Now, I can understand that the one person who is responsible for our education in Media Technology (Björn) might have some use of these artifacts (the filled-in sheets), but I'm sure he could have gained much better information by performing short "interviews" me and other teachers. I'm also very not convinced that the effort or performing this exercise (including Björn's effort to try to interpret and act on the information that teachers provide) will stands in parity with the potentially positive results of the exercise.
My constructive suggestion would have been for Björn to himself have done the intellectually taxing/deadening work of trying to make sense out of these wonderfully-sounding but overlapping, slightly overbearing and potentially vacuous goals, and then used his interpretation as a starting point for conversations with the teachers. Instead, all teachers individually and redundantly had to do the work of trying to understand what all these (fluffy, overlapping) goals meant (and implied), what was wanted of us by this exercise (and by the person(s) who will interpret our scribblings), and then do our best of fudging up answers that sounded maximally impressive and convincing. If different teachers interpret the goals in different ways, we will provide information and answers that in subtle ways will answer not the same, but different questions. The impression I wanted to convey when I filled out the EAE sheets was that my courses turn every student into a Leonardo da Vinci (or at least tries to...).
I want to make clear that I have only the highest of respect for Björn and what he does. Perhaps he would say that he doesn't have the time to perform individual interviews with teachers about their courses. His answer is valid, but implies that this task might then not be so important after all. That's fine, but if it's not worth doing well, then it might not be worth doing it at all. Also, although Björn is the person who is best suited for this task, it does not necessarily have to be him personally who does it. The task could be outsourced to someone else (although I would personally decline).
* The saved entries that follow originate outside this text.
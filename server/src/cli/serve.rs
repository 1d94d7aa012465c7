//! `ohmline serve`: the HTTP service, drop-folder ingest, the job workers and
//! the alert email delivery worker, split by role:
//!
//! - `api`: the HTTP service (API, pages, `/healthz`, `/readyz`, `/metrics`),
//!   drop-folder ingest and the session sweep; no jobs, no email;
//! - `worker`: the job loops and email delivery; on `listen` it serves only
//!   `/healthz`, `/readyz` and `/metrics`;
//! - `all` (default): both, in one process (the single-machine set-up).
//!
//! Any number of processes of each role may share one PostgreSQL database.
//! SIGTERM or Ctrl-C stops a process gracefully: HTTP finishes its requests,
//! workers claim nothing new and finish or release the job in hand.

use std::future::Future;
use std::net::SocketAddr;
use std::time::Duration;

use anyhow::Context;
use tokio::net::TcpListener;
use tokio::sync::watch;
use tokio::task::JoinHandle;

use crate::app::{AppState, ops_router, serve, serve_router};
use crate::config::Config;
use crate::db::Db;
use crate::ingest::{Limits, dropfolder};
use crate::notify::worker::{Worker, WorkerParams};
use crate::pipeline::Pipeline;
use crate::worker::{self, WorkerSettings};

/// What one `ohmline serve` process runs.
#[derive(Debug, Clone, Copy, PartialEq, Eq, Default, clap::ValueEnum)]
pub enum Role {
    /// HTTP (API, pages), drop folders; no job loops, no email.
    Api,
    /// Job loops and email delivery; HTTP only for health and metrics.
    Worker,
    /// Everything in one process.
    #[default]
    All,
}

impl Role {
    fn http(self) -> bool {
        self != Role::Worker
    }

    fn jobs(self) -> bool {
        self != Role::Api
    }

    /// Name as given on the command line.
    pub fn as_str(self) -> &'static str {
        match self {
            Role::Api => "api",
            Role::Worker => "worker",
            Role::All => "all",
        }
    }
}

/// Runs the service until Ctrl-C or SIGTERM.
pub async fn run(config: Config, role: Role) -> anyhow::Result<()> {
    let db = super::open_db(&config).await?;
    let listener = TcpListener::bind(&config.listen)
        .await
        .with_context(|| format!("listening on {}", config.listen))?;
    let service = start(config, db, listener, role, async {
        shutdown_signal().await;
        tracing::info!("shutting down");
    })?;
    // Tests and scripts read this line to find the port.
    println!("ohmline listening on http://{}", service.addr);
    service.wait().await
}

/// A running service: HTTP, job workers, drop folders, email delivery (as its
/// role says).
pub struct Service {
    /// The address it listens on.
    pub addr: SocketAddr,
    task: JoinHandle<anyhow::Result<()>>,
}

impl Service {
    /// Waits until the service has shut down (after its shutdown future
    /// completed) and every background task has stopped.
    pub async fn wait(self) -> anyhow::Result<()> {
        self.task.await.context("the service task panicked")?
    }
}

/// Starts the service on `listener` with a migrated database in `role`; it
/// runs until `shutdown` completes. Used by `ohmline serve` and `ohmline demo`.
pub fn start(
    config: Config,
    db: Db,
    listener: TcpListener,
    role: Role,
    shutdown: impl Future<Output = ()> + Send + 'static,
) -> anyhow::Result<Service> {
    crate::metrics::handle();
    let addr = listener.local_addr()?;
    let state = AppState::new(db.clone(), config.clone());
    let (stop_tx, stop_rx) = watch::channel(false);

    let mut tasks = Vec::new();
    if role.http() {
        let limits = Limits { max_readings: config.ingest.max_readings };
        let poll = Duration::from_secs_f64(config.drop_folders.poll_interval_s);
        for (line, dir) in &config.drop_folders.lines {
            let w = dropfolder::Watch { line: line.clone(), dir: dir.clone() };
            tasks.push(tokio::spawn(dropfolder::run(
                db.clone(),
                state.sequences.clone(),
                w,
                poll,
                limits,
                stop_rx.clone(),
            )));
        }
        tasks.push(tokio::spawn(sweep_sessions(db.clone(), config.clone(), stop_rx.clone())));
    }
    if role.jobs() {
        let pipeline = Pipeline::new(db.clone(), state.config.clone());
        let settings = WorkerSettings {
            lease: Duration::from_secs(config.workers.lease_s),
            shutdown_grace: Duration::from_secs(config.workers.shutdown_grace_s),
            ..WorkerSettings::for_this_process(config.workers.effective_concurrency())
        };
        tracing::info!(concurrency = settings.concurrency, "starting job workers");
        tasks.push(tokio::spawn(worker::run(
            pipeline,
            settings,
            state.wake.clone(),
            stop_rx.clone(),
        )));
        let worker = Worker::new(db.clone(), WorkerParams::from_config(&config)?)?;
        tasks.push(tokio::spawn(worker.run(stop_rx.clone())));
    }

    tracing::info!(%addr, role = role.as_str(), database = %super::redact(&config.database_url()), "serving");
    let shutdown = async move {
        shutdown.await;
        let _ = stop_tx.send(true);
    };
    let task = tokio::spawn(async move {
        if role.http() {
            serve(listener, state, shutdown).await?;
        } else {
            let header_timeout =
                std::time::Duration::from_secs_f64(state.config.limits.header_read_timeout_s);
            serve_router(listener, ops_router(state), header_timeout, shutdown).await?;
        }
        for t in tasks {
            let _ = t.await;
        }
        db.close().await;
        Ok(())
    });
    Ok(Service { addr, task })
}

/// Deletes expired sessions at start and then hourly (a session is also
/// refused and deleted when it is next used after expiring).
async fn sweep_sessions(db: Db, config: Config, mut stop: watch::Receiver<bool>) {
    let idle = chrono::Duration::seconds(config.web.session_idle_s as i64);
    let max = chrono::Duration::seconds(config.web.session_max_s as i64);
    loop {
        let now = crate::db::now();
        match crate::db::sessions::delete_expired(&db, now - max, now - idle).await {
            Ok(0) => {}
            Ok(n) => tracing::info!(sessions = n, "expired sessions deleted"),
            Err(e) => tracing::warn!(error = %e, "could not delete expired sessions"),
        }
        tokio::select! {
            _ = tokio::time::sleep(Duration::from_secs(3600)) => {}
            _ = stop.changed() => return,
        }
    }
}

/// Completes on Ctrl-C or SIGTERM.
pub async fn shutdown_signal() {
    let ctrl_c = async {
        let _ = tokio::signal::ctrl_c().await;
    };
    #[cfg(unix)]
    let term = async {
        match tokio::signal::unix::signal(tokio::signal::unix::SignalKind::terminate()) {
            Ok(mut s) => {
                s.recv().await;
            }
            Err(_) => std::future::pending::<()>().await,
        }
    };
    #[cfg(not(unix))]
    let term = std::future::pending::<()>();
    tokio::select! {
        _ = ctrl_c => {}
        _ = term => {}
    }
}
This exercise was as much a test of my personal ability to interpret and act on complex texts and to make (a perhaps sometimes rather bleak) reality sound like heaven on earth, as it was to convey some sort of "objective" or useful information to someone higher up in the chain of command. I do agree that this exercise can emphasize that the goals of a course are not (any longer) in line with the activities in the course, but finding this out could be done in many other ways of which basically all are much simpler and easier than performing this exercise...
What I especially object to in this case is the fact that the quality of the information I provide is so low that I have little confidence that it is of use to anyone who will look at it, and that the results of any actions or recommendations that comes out of this exercise will be so out of touch of the realities of teaching that they might hinder as much as they might help. It is basically a lottery. One unfortunate possible outcome could be that teachers will be ordered to provide more informations about the courses they give in order to... well, something. For example to keep other people (newly hired exclusively for this purpose?) somewhere in the organization "in the loop"? Would this help to improve the quality of the education? Of course not.
This blog post just scratches on the surface of uncovering the errors in thinking that this exercise is just a symptom of. I hope to write a follow-up post about the folly of using precious resources (including my time) to try to improve education in this "top-down" manner.